Im Hinblick auf die Anwendungen in der Finanzanalyse ist es natürlich von entscheidender Bedeutung, mit welchen Daten ein KNN trainiert und welche Modellkonstruktion dem neuronalen Netz zugrunde gelegt wird. Bezogen auf die Finanzanalyse ist der Einsatz von KNN unter anderem in der Finanzmarktprognose, Risikooptimierung, Wertpapieranalyse bis hin zur Portfoliogenerierung und Portfoliosteuerung denkbar.

Unabhängig davon, in welchem Bereich der Finanzanalyse man ein KNN einsetzen möchte, ist es wichtig, dass es zwischen Input- und Output-Daten einen kausalen Zusammenhang gibt. Dabei gilt: Je effizienter Märkte sind, desto schwächer ist die Kausalität zwischen Input- und Outputdaten ausgeprägt.

Sofern die strenge Informationshypothese gelten würde, auf der die Moderne Portfoliotheorie von Markowitz basiert, würden Kursentwicklungen an den Finanzmärkten gar einer Zufallsbewegung, einem Random Walk, folgen und der Einsatz von Analyseverfahren wäre obsolet. In der Behavioral Finance hat sich jedoch die Erkenntnis durchgesetzt, dass sich Anleger keinesfalls wie ein Homo oeconomicus verhalten. Im Gegenteil: Psychologische Effekte, wie Verlustaversion oder Herdentrieb aus Angst beziehungsweise Gier, führen oftmals zu Marktunvollkommenheiten, die wiederum den Einsatz von Methoden der Finanzanalyse plausibel machen.
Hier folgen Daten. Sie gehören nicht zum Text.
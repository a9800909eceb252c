package raster_test

import (
	"context"
	"flag"
	"fmt"
	"image"
	"image/color"
	"path/filepath"
	"testing"

	"enfilade/canvas/paint"
	"enfilade/canvas/raster"
	"enfilade/canvas/raster/golden"
	"enfilade/canvas/view"
	"enfilade/solver/plan"
	"enfilade/solver/plantest"
	"enfilade/solver/study"
)

var update = flag.Bool("update", false, "write the golden pictures anew")

func goldenPicture(t *testing.T, name string, got *image.RGBA) {
	t.Helper()
	golden.Picture(t, filepath.Join("testdata", name+".png"), got, *update)
}

// room has every kind of line, body and mark once.
const room = `
	floor 0,0 9,0 9,6 0,6
	wall 0.1,0.1 8.9,0.1 8.9,5.9 0.1,5.9 0.1,0.1 th=0.2
	wall 5,0.1 5,5.9 th=0.2; door W2 at=2 w=1 leaf=solid; door W1 at=1 w=1.2 leaf=solid shut side=right
	wall 7,3.5 8,3.5; glass 5.1,4.5 6.5,4.5; screen 6,1 6,2
	block 2,3.5 3.5,3.5 3.5,4.2 2,4.2 h=0.9; block 7.5,1 8,1 8.2,1.5 7.5,1.5
	zone name=study 0.2,0.2 4.9,0.2 4.9,5.8 0.2,5.8 room
	observer 1.5,2.6 heading=30; observer 8,4.6 view=90 heading=200
	target 8.79,2.5; target 0.21,5; start 4,0.9`

func roomScene(t *testing.T, w, h int, k float64) *paint.Scene {
	parts := plantest.Parse(t, room).Parts()
	parts.Sheet.Title = "A room"
	parts.Targets[0].Name, parts.Targets[1].Name, parts.Starts[0].Name = "Lamp", "Orrery", "Door"
	p := plan.From(parts)
	r, err := study.Solve(context.Background(), p)
	if err != nil {
		t.Fatal(err)
	}
	s := &paint.Scene{Plan: p, Result: r, Theme: paint.Light(), Camera: view.Fit(paint.Bounds(p), int(float64(w)*k), int(float64(h)*k), k)}
	s.Observer, s.Start, s.Target = paint.Choose(p)
	return s
}

func TestPictureGolden(t *testing.T) {
	s := roomScene(t, 460, 340, 1)
	goldenPicture(t, "room_light", raster.Picture(s))
	s.Theme = paint.Dark()
	s.Selected = []plan.Ref{{Kind: plan.KindWall, ID: "W3"}, {Kind: plan.KindBlock, ID: "B2"}}
	s.Hover = plan.Ref{Kind: plan.KindTarget, ID: "T2"}
	goldenPicture(t, "room_dark", raster.Picture(s))
	s = roomScene(t, 230, 170, 2)
	goldenPicture(t, "room_2x", raster.Picture(s))
}

// TestPictureScale: twice the pixels show the same picture: averaged over two by two they differ little from the plain one.
func TestPictureScale(t *testing.T) {
	s := roomScene(t, 460, 340, 1)
	a := raster.Picture(s)
	s.Camera = s.Camera.Resize(920, 680, 2)
	b := raster.Picture(s)
	sum := 0.0
	for y := range 340 {
		for x := range 460 {
			i := a.PixOffset(x, y)
			j := b.PixOffset(2*x, 2*y)
			mean := (int(b.Pix[j]) + int(b.Pix[j+4]) + int(b.Pix[j+b.Stride]) + int(b.Pix[j+b.Stride+4])) / 4
			d := float64(int(a.Pix[i]) - mean)
			sum += d * d
		}
	}
	// Measured 32.1; 57 when the rings of targets stay small, 151 when text does.
	if mean := sum / (340 * 460); mean > 36 {
		t.Errorf("mean squared difference %.1f", mean)
	}
}

func ExamplePicture() {
	p := plan.New()
	s := &paint.Scene{Plan: p, Theme: paint.Light(), Camera: view.Fit(paint.Bounds(p), 400, 300, 1)}
	img := raster.Picture(s)
	fmt.Println(img.Rect, img.RGBAAt(200, 80) == color.RGBA{R: 0xF7, G: 0xF3, B: 0xEA, A: 0xFF})
	// Output: (0,0)-(400,300) true
}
Künstliche neuronale Netzwerke haben aufgrund ihrer variablen Modellkonstruktion und der parallelen Verarbeitung großer Datenmengen die Möglichkeit, bei einer schwach ausgeprägten Kausalität auch nichtlineare Zusammenhänge zwischen Input- und Outputdaten zu erkennen. Diese Fähigkeit ist gerade für Modelle sehr wichtig, die das Verhalten von komplexen Systemen, wie es die Finanzmärkte nun einmal sind, möglichst gut nachbilden sollen, da hier kleine Veränderungen bei den Inputdaten zu sehr großen Auswirkungen bei den Outputdaten führen können.

Aktivierungsfunktion und Rückkoppelungseffekte

Diese Erkenntnis aus der Chaostheorie kann bei der Konstruktion eines KNN unter anderem dadurch berücksichtigt werden, dass die Aktivierungsfunktion, über die ein künstliches Neuron einen Impuls bei Erreichung eines Schwellenwertes weiterleitet, entsprechend modelliert wird. In der Praxis werden hierfür bei der KNN-Konstruktion anstelle diskreter Aktivierungsfunktionen Funktionen mit S-förmigem Verlauf des Graphen, sogenannte sigmoide Funktionen, eingesetzt.

Auch kommt es an den Finanzmärkten fortlaufend zu Rückkoppelungseffekten. So kann beispielsweise der Aktienkursverlauf selbst die Stimmung bei Investoren und Analysten beeinflussen. Auch diese Rückkoppelungseffekte, die oftmals für chaotische Verhaltensmuster oder sich selbst verstärkende Trends verantwortlich sind, können bei der Modellierung von KNN berücksichtigt werden, in dem Verbindungen von Neuronen zu Neuronen vorangegangener Schichten eingeführt werden. Im Unterschied zu Feedforward-Netzen werden solche Netze dann als Feedback-Netze oder rekurrente neuronale Netze bezeichnet.

Fazit

Auf dem Papier ist der Einsatz künstlicher neuronaler Netzwerke in der Finanzanalyse vielversprechend: Die Geschwindigkeit in der Informationsverarbeitung und das Erkennen von nichtlinearen Systemzusammenhängen auch bei schwach ausgeprägter Kausalität bieten interessante Chancen.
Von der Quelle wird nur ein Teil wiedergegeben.